[Exercise details] After locating the line that contains "after each removal." in the data below, set down exactly that line and each one after it through the line that contains "review : list of ItemReview, optional", and nothing more.

Data section Block Start

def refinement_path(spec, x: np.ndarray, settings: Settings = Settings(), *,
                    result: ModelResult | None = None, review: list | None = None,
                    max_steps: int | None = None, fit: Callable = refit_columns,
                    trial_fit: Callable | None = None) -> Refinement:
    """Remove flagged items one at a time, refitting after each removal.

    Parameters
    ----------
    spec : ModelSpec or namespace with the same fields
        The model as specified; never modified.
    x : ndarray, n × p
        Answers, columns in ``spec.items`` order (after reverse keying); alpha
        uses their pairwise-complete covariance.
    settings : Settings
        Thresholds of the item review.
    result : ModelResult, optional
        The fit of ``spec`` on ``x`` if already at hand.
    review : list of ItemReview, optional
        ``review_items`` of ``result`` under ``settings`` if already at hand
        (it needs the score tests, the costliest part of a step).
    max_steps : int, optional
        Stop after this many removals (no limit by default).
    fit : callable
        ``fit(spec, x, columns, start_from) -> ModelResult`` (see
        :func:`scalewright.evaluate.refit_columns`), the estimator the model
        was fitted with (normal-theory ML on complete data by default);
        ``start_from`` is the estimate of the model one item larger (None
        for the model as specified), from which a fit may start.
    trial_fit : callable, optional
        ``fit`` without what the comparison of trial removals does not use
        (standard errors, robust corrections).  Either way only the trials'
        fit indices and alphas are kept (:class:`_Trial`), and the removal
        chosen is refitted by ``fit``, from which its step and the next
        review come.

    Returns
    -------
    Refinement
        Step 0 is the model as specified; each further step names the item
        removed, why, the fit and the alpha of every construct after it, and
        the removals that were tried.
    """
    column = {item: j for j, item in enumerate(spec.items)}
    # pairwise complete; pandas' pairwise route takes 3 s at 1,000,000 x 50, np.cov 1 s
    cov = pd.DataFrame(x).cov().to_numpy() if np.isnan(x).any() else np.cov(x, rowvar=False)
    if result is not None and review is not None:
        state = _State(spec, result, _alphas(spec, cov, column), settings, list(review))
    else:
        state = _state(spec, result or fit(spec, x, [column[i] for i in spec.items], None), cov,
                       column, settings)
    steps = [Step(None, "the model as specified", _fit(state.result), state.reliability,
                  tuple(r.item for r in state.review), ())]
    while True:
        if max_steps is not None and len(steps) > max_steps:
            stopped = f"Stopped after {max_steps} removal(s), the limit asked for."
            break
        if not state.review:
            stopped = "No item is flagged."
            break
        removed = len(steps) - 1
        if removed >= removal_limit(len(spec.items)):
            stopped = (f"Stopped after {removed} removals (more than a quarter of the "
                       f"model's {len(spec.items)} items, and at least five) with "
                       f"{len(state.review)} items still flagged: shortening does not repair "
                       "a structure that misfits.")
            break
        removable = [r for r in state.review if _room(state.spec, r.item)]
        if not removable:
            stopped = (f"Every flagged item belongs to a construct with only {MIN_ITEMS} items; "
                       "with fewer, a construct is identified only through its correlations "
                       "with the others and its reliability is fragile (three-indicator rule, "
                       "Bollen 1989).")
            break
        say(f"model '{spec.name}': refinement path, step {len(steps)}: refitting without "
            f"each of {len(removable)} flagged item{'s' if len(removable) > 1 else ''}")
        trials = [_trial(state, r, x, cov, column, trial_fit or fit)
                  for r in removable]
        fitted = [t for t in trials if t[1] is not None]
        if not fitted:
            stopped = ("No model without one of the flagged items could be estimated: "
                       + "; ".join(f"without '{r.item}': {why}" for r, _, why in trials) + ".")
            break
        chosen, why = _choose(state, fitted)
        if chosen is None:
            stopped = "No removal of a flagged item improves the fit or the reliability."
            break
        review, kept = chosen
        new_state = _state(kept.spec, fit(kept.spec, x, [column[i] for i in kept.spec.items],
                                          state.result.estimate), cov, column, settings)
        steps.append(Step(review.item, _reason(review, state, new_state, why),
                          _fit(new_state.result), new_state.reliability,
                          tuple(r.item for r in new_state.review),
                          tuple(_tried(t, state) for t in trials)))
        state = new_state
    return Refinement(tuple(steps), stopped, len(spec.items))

Data section Block End

[Task solution]
    """Remove flagged items one at a time, refitting after each removal.

    Parameters
    ----------
    spec : ModelSpec or namespace with the same fields
        The model as specified; never modified.
    x : ndarray, n × p
        Answers, columns in ``spec.items`` order (after reverse keying); alpha
        uses their pairwise-complete covariance.
    settings : Settings
        Thresholds of the item review.
    result : ModelResult, optional
        The fit of ``spec`` on ``x`` if already at hand.
    review : list of ItemReview, optional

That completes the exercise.